Work task —
With both ends included, transcribe exactly the records below from their first line to the line that contains "from rasterio.windows import Window".

Record set —
========================

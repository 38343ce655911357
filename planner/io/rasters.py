"""Rasters of heights as they lie on disk: what a file states about itself, and windows of it.

A window comes back in metres as float32 with NaN for holes, whatever the file holds: any number
type, scale and offset, a nodata value, a mask or an alpha band, metres or feet. Nothing is read
but the window that is asked for, and nothing is fetched from a network.
"""

import warnings
from collections.abc import Iterator
from contextlib import contextmanager
from dataclasses import dataclass, field
from pathlib import Path

import numpy as np
import rasterio
from affine import Affine
from numpy.typing import ArrayLike, NDArray
from pyproj import CRS
from pyproj.exceptions import CRSError
from rasterio.enums import ColorInterp, MaskFlags
from rasterio.errors import NotGeoreferencedWarning, RasterioError
from rasterio.windows import Window

from planner.errors import Problem, TerrainError
from planner.geodesy import horizontal_crs
from planner.units import FOOT_M, US_SURVEY_FOOT_M

METRES_PER_UNIT = {"metre": 1.0, "foot": FOOT_M}
PLAUSIBLE_HEIGHT_M = (-12_000.0, 9_000.0)  # deepest trench and highest summit, rounded outwards

# What programs write for "no height" without declaring it (common practice, no source). No summit
# and no place where a mast can stand has such a height.
_UNDECLARED_HOLES = (-32768.0, -32767.0, -9999.0)
_NO_HEIGHT = 1e30  # the largest float numbers are such codes as well
_STRIP_CELLS = 8_000_000  # cells that are converted at a time


@dataclass(frozen=True, slots=True, kw_only=True, eq=False)
class Raster:
    """What one file states, checked; no heights."""

    path: Path
    driver: str
    crs: CRS  # horizontal part
    crs_name: str
    transform: Affine  # from (col, row) of cell corners to the CRS's coordinates
    rows: int
    cols: int
    data_type: str
    nodata: float | None
    has_holes: bool  # states a nodata value, a mask or an alpha band
    scale: float
    offset: float
    metres_per_unit: float
    vertical_unit: str


def coordinates(
    transform: Affine, col: ArrayLike, row: ArrayLike
) -> tuple[NDArray[np.float64], NDArray[np.float64]]:
    """(x, y) of places given by column and row of cell corners; any shapes that broadcast."""
    a, b, c, d, e, f = tuple(transform)[:6]
    col, row = np.asarray(col, dtype=float), np.asarray(row, dtype=float)
    return a * col + b * row + c, d * col + e * row + f


@dataclass(slots=True, kw_only=True)
class Tally:
    """What is noticed about the heights while they are read."""

    undeclared: dict[tuple[Path, float], None] = field(default_factory=dict)
    lowest_m: float = np.inf
    highest_m: float = -np.inf

    def warnings(self) -> list[str]:
        """Sentences for the reader."""
        sentences = [
            f"{path.name} states no nodata value; cells that hold {value:g} are taken as holes"
            for path, value in self.undeclared
        ]
        lowest, highest = PLAUSIBLE_HEIGHT_M
        if self.lowest_m < lowest or self.highest_m > highest:
            sentences.append(
                f"the terrain's heights run from {self.lowest_m:,.0f} to {self.highest_m:,.0f} m, "
                f"beyond {lowest:,.0f} to {highest:,.0f} m: check vertical_unit, and whether the "
                "rasters declare their nodata value"
            )
        return sentences


@contextmanager
def _opened(path: Path) -> Iterator[rasterio.io.DatasetReader]:
    """The dataset, with vertical axes reported and without any way to a network."""
    with (
        rasterio.Env(
            GTIFF_REPORT_COMPD_CS="YES",
            CPL_VSIL_CURL_ALLOWED_EXTENSIONS=".none",
            GDAL_VRT_ENABLE_PYTHON="NO",
        ),
        warnings.catch_warnings(),
    ):
        warnings.simplefilter("ignore", NotGeoreferencedWarning)  # told as a problem of our own
        with rasterio.open(path) as dataset:
            yield dataset


def read_raster_facts(path: Path, vertical_unit: str, problems: list[Problem]) -> Raster | None:
    """What ``path`` states, without its heights; None, and the reasons added, if it cannot
    serve."""
    where = str(path)
    if not path.exists():
        problems.append(Problem(where=where, found="no such file"))
        return None
    try:
        with _opened(path) as dataset:
            return _facts(path, dataset, vertical_unit, problems)
    except RasterioError as error:
        kind = "a folder" if path.is_dir() else "a file"
        problems.append(
            Problem(
                where=where,
                found=f"{kind} that cannot be opened as a raster ({_first_line(error)})",
                allowed="any raster that GDAL reads, such as GeoTIFF",
            )
        )
        return None


def _facts(
    path: Path, dataset: rasterio.io.DatasetReader, vertical_unit: str, problems: list[Problem]
) -> Raster | None:
    found: list[Problem] = []

    def wrong(what: str, allowed: str = "", advice: str = "") -> None:
        found.append(Problem(where=str(path), found=what, allowed=allowed, advice=advice))

    if dataset.count == 0:
        wrong(
            f"a container of {len(dataset.subdatasets)} rasters",
            "one raster",
            "Write the one that holds the heights to a file of its own",
        )
        problems.extend(found)
        return None
    with_alpha = dataset.count == 2 and dataset.colorinterp[1] == ColorInterp.alpha
    if dataset.count != 1 and not with_alpha:
        wrong(f"{dataset.count} bands", "one band of heights", "A picture holds no heights")
    elif dataset.colorinterp[0] == ColorInterp.palette:
        wrong("a picture with a colour table", "one band of heights")
    if dataset.dtypes[0].startswith("complex"):
        wrong(f"complex numbers ({dataset.dtypes[0]})", "whole or real numbers")

    crs: CRS | None = None
    if not dataset.crs:
        has_points = bool(dataset.gcps[0])
        wrong(
            "ground control points in place of a CRS" if has_points else "no CRS",
            "a raster with a coordinate reference system",
            "Warp it to a grid first"
            if has_points
            else "If you know which one it is in, write it into the file, for instance with "
            f"'rio edit-info --crs EPSG:32633 {path.name}'",
        )
    else:
        try:
            crs = CRS.from_wkt(dataset.crs.to_wkt(version="WKT2_2019"))
        except CRSError:
            wrong(f"a CRS that cannot be read ({dataset.crs.to_string()[:80]})")
    if crs is not None:
        flat = horizontal_crs(crs)
        if not (flat.is_projected or flat.is_geographic):
            wrong(f"a CRS without a place on the earth ({crs.name})", "projected or geographic")
        if dataset.transform.is_identity:
            wrong("a CRS but no position and cell size", "a georeferenced raster")
        elif dataset.transform.is_degenerate:
            wrong(f"cells without extent ({dataset.transform!r})", "a georeferenced raster")

    metres_per_unit = METRES_PER_UNIT[vertical_unit]
    for stated_by, unit_name, unit_m in _stated_units(crs, dataset.units[0]):
        if abs(unit_m - metres_per_unit) > 1e-5:
            wrong(
                f"{stated_by} in {unit_name}, while the plan says {vertical_unit}",
                advice="Set the plan's vertical unit to the raster's, or correct the raster",
            )
        else:
            metres_per_unit = unit_m
    if found or crs is None:
        problems.extend(found)
        return None
    flags = dataset.mask_flag_enums[0]
    return Raster(
        path=path,
        driver=dataset.driver,
        crs=horizontal_crs(crs),
        crs_name=crs.name,
        transform=dataset.transform,
        rows=dataset.height,
        cols=dataset.width,
        data_type=dataset.dtypes[0],
        nodata=dataset.nodata,
        has_holes=MaskFlags.all_valid not in flags,
        scale=float(dataset.scales[0]),
        offset=float(dataset.offsets[0]),
        metres_per_unit=metres_per_unit,
        vertical_unit=vertical_unit,
    )


def _stated_units(crs: CRS | None, band_unit: str | None) -> Iterator[tuple[str, str, float]]:
    """(what states it, name, metres) of the vertical units that the CRS and the band state."""
    for part in crs.sub_crs_list or [crs] if crs is not None else ():
        for axis in part.axis_info:
            if axis.direction.lower() in ("up", "down"):
                yield "the CRS's vertical axis", axis.unit_name, axis.unit_conversion_factor
    name = (band_unit or "").strip().lower()
    if name in ("m", "metre", "metres", "meter", "meters"):
        yield "the band's heights", name, 1.0
    elif "survey" in name or name in ("us-ft", "ft-us", "ftus", "sft"):
        yield "the band's heights", name, US_SURVEY_FOOT_M
    elif name in ("ft", "foot", "feet", "international foot"):
        yield "the band's heights", name, FOOT_M
    elif name in ("cm", "centimetre", "centimeter"):
        yield "the band's heights", name, 0.01
    elif name in ("dm", "decimetre", "decimeter"):
        yield "the band's heights", name, 0.1


def read_heights_m(
    raster: Raster, top: int, left: int, rows: int, cols: int, tally: Tally
) -> NDArray[np.float32]:
    """Heights [rows, cols] in metres of a window that lies inside the raster; NaN where it has
    none.

    Raises TerrainError where the file is damaged.
    """
    heights = np.empty((rows, cols), dtype=np.float32)
    strip_rows = max(_STRIP_CELLS // max(cols, 1), 1)
    try:
        with _opened(raster.path) as dataset:
            for start in range(0, rows, strip_rows):
                height = min(strip_rows, rows - start)
                read = dataset.read(
                    1, window=Window(left, top + start, cols, height), masked=raster.has_holes
                )
                heights[start : start + height] = _in_metres(raster, read, tally)
    except RasterioError as error:
        raise TerrainError(
            Problem(
                where=str(raster.path),
                found=f"a damaged raster: its heights cannot be read ({_first_line(error)})",
                advice="Copy or download it again",
            )
        ) from error
    return heights


def _in_metres(raster: Raster, read: NDArray[np.generic], tally: Tally) -> NDArray[np.float32]:
    with np.errstate(over="ignore", invalid="ignore"):
        heights = np.array(np.ma.getdata(read), dtype=np.float32)
        if not np.issubdtype(read.dtype, np.integer):
            heights[~(np.abs(heights) < _NO_HEIGHT)] = np.nan
        if raster.has_holes:
            heights[np.ma.getmaskarray(read)] = np.nan
        elif not np.issubdtype(read.dtype, np.unsignedinteger):
            for code in _UNDECLARED_HOLES:
                holes = heights == code
                if holes.any():
                    heights[holes] = np.nan
                    tally.undeclared[raster.path, code] = None
    if raster.scale != 1.0 or raster.offset != 0.0 or raster.metres_per_unit != 1.0:
        heights *= raster.scale * raster.metres_per_unit
        heights += raster.offset * raster.metres_per_unit
    if heights.size:
        tally.lowest_m = min(tally.lowest_m, float(np.fmin.reduce(heights, axis=None)))
        tally.highest_m = max(tally.highest_m, float(np.fmax.reduce(heights, axis=None)))
    return heights


def _first_line(error: Exception) -> str:
    """The first line of an error or of what lies behind it."""
    text = str(error.__cause__ or error).strip() or type(error).__name__
    return text.splitlines()[0][:200]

========================

The answer —
repository 38343ce655911357
filename planner/io/rasters.py
"""Rasters of heights as they lie on disk: what a file states about itself, and windows of it.

A window comes back in metres as float32 with NaN for holes, whatever the file holds: any number
type, scale and offset, a nodata value, a mask or an alpha band, metres or feet. Nothing is read
but the window that is asked for, and nothing is fetched from a network.
"""

import warnings
from collections.abc import Iterator
from contextlib import contextmanager
from dataclasses import dataclass, field
from pathlib import Path

import numpy as np
import rasterio
from affine import Affine
from numpy.typing import ArrayLike, NDArray
from pyproj import CRS
from pyproj.exceptions import CRSError
from rasterio.enums import ColorInterp, MaskFlags
from rasterio.errors import NotGeoreferencedWarning, RasterioError
from rasterio.windows import Window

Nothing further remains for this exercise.